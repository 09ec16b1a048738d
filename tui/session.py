"""The open site as the text UI holds it, apart from any widget.

A ``Session`` is the last *valid* site (nothing invalid ever reaches the
engine), where it lives on disk and whether it is saved.  An ``Assessor`` runs a
site through the engine (``survey.pipeline``) and keeps the sky tracks of the
last site, window and fleet, so a horizon edit re-assesses in milliseconds.
Nothing here imports Textual: the app drives it, the tests drive it directly.
"""

from __future__ import annotations

import re
from dataclasses import dataclass, field, replace
from pathlib import Path

from survey.api import (
    FleetChoice,
    InputError,
    Site,
    SiteRun,
    TrackCache,
    load_site,
    run_site,
    save_site,
)


class Cancelled(Exception):
    """Raised inside an assessment when the user cancels it."""


class Assessor:
    """Runs sites through ``pipeline.run_site`` with one fleet and window choice,
    keeping the last sky tracks (``TrackCache``) between runs."""

    def __init__(self, fleet_choice: FleetChoice = FleetChoice(), start=None, hours=None, step_s=None,
                 min_elevation_deg=None):
        self.fleet_choice = fleet_choice
        self.start, self.hours, self.step_s = start, hours, step_s
        self.min_elevation_deg = min_elevation_deg
        self.cache = TrackCache()

    def run(self, site: Site, progress=None, cancelled=lambda: False) -> SiteRun:
        """Assess ``site``.  ``progress(fraction)`` is called while tracks are
        computed; when ``cancelled()`` turns true the run stops with Cancelled."""

        def report(fraction: float) -> None:
            if cancelled():
                raise Cancelled()
            if progress is not None:
                progress(fraction)

        return run_site(site, self.fleet_choice, self.start, self.hours, self.step_s, self.min_elevation_deg,
                        progress=report, cache=self.cache)

    def with_fleet(self, choice: FleetChoice) -> Assessor:
        """The same window with another fleet (a new, empty track cache)."""
        return Assessor(choice, self.start, self.hours, self.step_s, self.min_elevation_deg)


def fleet_choice_for(path: Path) -> FleetChoice:
    """A satellites file as a fleet choice: a .toml file is a Walker shell file,
    anything else element sets (TLE or OMM).  Reads the text now, so a bad file is
    reported before it replaces the current fleet."""
    path = Path(path)
    if path.suffix.lower() == ".toml":
        choice = FleetChoice(shells=path)
    else:
        choice = FleetChoice(elements=path)
    kind, name, text = choice.as_embedded()
    return FleetChoice(embedded=(kind, name, text))


@dataclass
class Session:
    """One open site.  ``site`` is None until the fields make a valid site (a
    new site has no coordinates yet); ``saved`` is the site as last written."""

    path: Path
    site: Site | None = None
    saved: Site | None = None
    safety_seen: bool = False  # the safety note is shown once before a site's first export
    reports: list[Path] = field(default_factory=list)

    @classmethod
    def open(cls, path: str | Path) -> Session:
        path = Path(path).resolve()
        site = load_site(path)
        return cls(path, site, site)

    @classmethod
    def new(cls, path: str | Path) -> Session:
        """A site not yet on disk; refuses to take over an existing file."""
        path = Path(path).resolve()
        if path.exists():
            raise InputError(f"{path}: already exists: open it instead of starting a new site there")
        if path.suffix.lower() != ".toml":
            raise InputError(f"{path}: a site file name ends in .toml")
        return cls(path)

    @property
    def dirty(self) -> bool:
        return self.site is not None and self.site != self.saved

    def update(self, site: Site) -> None:
        self.site = replace(site, path=self.path)

    def save(self) -> list[Path]:
        """Write the site (and its horizon CSV, if it has one) atomically."""
        if self.site is None:
            return []
        self.path.parent.mkdir(parents=True, exist_ok=True)
        written = save_site(self.site, self.path)
        self.saved = self.site
        return written



def slug(name: str) -> str:
    s = re.sub(r"[^a-z0-9]+", "-", name.lower()).strip("-")
    return s or "site"
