def test_invalid_latitude_is_flagged_and_never_reaches_the_engine(tmp_path):
    site_file = demo_copy(tmp_path)
    before = site_file.read_bytes()

    async def scenario():
        app = app_for(site_file, tmp_path)
        async with app.run_test(size=(100, 30)) as pilot:
            await until(pilot, lambda: app.latest is not None)
            runs = app.latest
            await pilot.press("f2")
            lat = app.workspace.query_one("#f-site-latitude")
            lat.focus()
            lat.value = ""
            await type_text(pilot, "95.5")
            await pilot.pause(0.3)
            msg = str(app.workspace.query_one("#f-site-latitude-msg").render())
            assert lat.has_class("-invalid") and "90" in msg
            assert "stale" in status_text(app) and "Latitude" in status_text(app)
            await pilot.pause(2.0)  # past the autosave delay
            assert app.latest is runs  # not assessed
            assert app.session.site.latitude_deg == pytest.approx(45.3182)

            # degrees, minutes and seconds as read off a GPS are accepted
            lat.value = "45°19'05.5\"N"
            await pilot.pause(0.3)
            assert not lat.has_class("-invalid")
            assert "45.318194" in str(app.workspace.query_one("#f-site-latitude-msg").render())

            lat.value = "north"
            await pilot.pause(0.2)
            await pilot.press("ctrl+q")  # unsaved: asks first
            await pilot.pause()
            assert isinstance(app.screen, AskChoice)
            await pilot.press("enter")  # the default answer is to stay
            assert isinstance(app.screen, Workspace)
            await pilot.press("ctrl+q")
            await pilot.pause()
            app.screen.query_one("#answer-quit").press()
            await pilot.pause()

    drive(scenario())
    assert site_file.read_bytes() == before  # nothing invalid was saved, and quitting did not save


def test_bad_csv_import_is_a_message_and_leaves_the_site(tmp_path):
    site_file = demo_copy(tmp_path)
    bad = tmp_path / "bad.csv"
    bad.write_text("azimuth_deg,elevation_deg\n120,30\n130,ninety\n", encoding="utf-8")
    good = tmp_path / "good.csv"
    good.write_text("azimuth_deg,elevation_deg,label\n10,5,fence\n90,12,shed\n", encoding="utf-8")

    async def scenario():
        app = app_for(site_file, tmp_path)
        async with app.run_test(size=(100, 30)) as pilot:
            await until(pilot, lambda: app.latest is not None)
            points = app.session.site.horizon.points
            await pilot.press("f3")
            await pilot.press("i")
            assert isinstance(app.screen, AskText)
            app.screen.query_one("#answer").value = str(bad)
            await pilot.press("enter")
            await pilot.pause()
            notes = [n.message for n in app._notifications]
            assert any("bad.csv: line 3: elevation must be a number" in m for m in notes), notes
            assert app.session.site.horizon.points == points

            await pilot.press("i")
            app.screen.query_one("#answer").value = str(good)
            await pilot.press("enter")
            await pilot.pause()
            assert isinstance(app.screen, AskChoice)  # replace or append?
            app.screen.query_one("#answer-append").press()
            await pilot.pause()
            assert app.session.site.horizon.points[-2:][1].label == "shed"
            assert len(app.session.site.horizon.points) == len(points) + 2
            await pilot.press("ctrl+z")
            await pilot.pause()
            assert app.session.site.horizon.points == points

            await pilot.press("f1")  # the safety note is one key away
            assert isinstance(app.screen, SafetyNote)
            await pilot.press("escape")
            await pilot.press("ctrl+q")

    drive(scenario())


def test_new_site_from_scratch(tmp_path):
    site_file = tmp_path / "work" / "hillside-test-plot" / "site.toml"  # the name makes the folder

    async def scenario():
        app = app_for(None, tmp_path)
        async with app.run_test(size=(80, 24)) as pilot:
            assert isinstance(app.screen, StartScreen)
            await pilot.press("n")
            assert isinstance(app.screen, AskText)
            await type_text(pilot, "Hillside test plot")
            await pilot.press("enter")
            await until(pilot, lambda: isinstance(app.screen, Workspace))
            await pilot.pause()
            assert "stale" in status_text(app)
            ws = app.workspace
            assert ws.query_one("#f-site-name").value == "Hillside test plot"
            for key, value in (("site-latitude", "52 12.5 N"),
                               ("site-longitude", "0 7 W"), ("mount-height_m", "4")):
                ws.query_one(f"#f-{key}").value = value
                await pilot.pause(0.05)
            assert ws.query_one(SiteForm).problems == {}
            await until(pilot, lambda: app.latest is not None, what="assessment of the new site")
            assert app.latest.site.latitude_deg == pytest.approx(52 + 12.5 / 60)
            assert app.latest.site.longitude_deg == pytest.approx(-7 / 60)
            await pilot.press("f3")
            await pilot.press("a")
            await type_text(pilot, "180 30")
            await pilot.press("enter")
            await until(pilot, lambda: site_file.exists() and not app.session.dirty, what="autosave")
            await pilot.press("ctrl+q")

    drive(scenario())
    site = load_site(site_file)
    assert site.name == "Hillside test plot" and site.mount.height_m == 4
    assert [(p.azimuth_deg, p.elevation_deg) for p in site.horizon.points] == [(180, 30)]


def test_assessor_caches_tracks_and_can_be_cancelled(tmp_path):
    site = load_site(demo_copy(tmp_path))
    assessor = Assessor(hours=1)
    first = assessor.run(site)
    from dataclasses import replace

    from survey.horizon import HorizonProfile

    again = assessor.run(replace(site, horizon=HorizonProfile((), "true")))
    assert again.tracks is first.tracks and again.assessment.blocked_samples == 0
    moved = replace(site, latitude_deg=site.latitude_deg + 0.5)
    with pytest.raises(Cancelled):
        assessor.run(moved, cancelled=lambda: True)
    assert assessor.run(moved).tracks is not first.tracks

→ DESCRIPTION OF THE TASK
Reproduce exactly the lines that run from the start of the records to the line with "site through the", both included.

→ OUTPUT BELOW
repository 09ec16b1a048738d
filename tui/session.py
"""The open site as the text UI holds it, apart from any widget.

A ``Session`` is the last *valid* site (nothing invalid ever reaches the
engine), where it lives on disk and whether it is saved.  An ``Assessor`` runs a
site through the engine (``survey.pipeline``) and keeps the sky tracks of the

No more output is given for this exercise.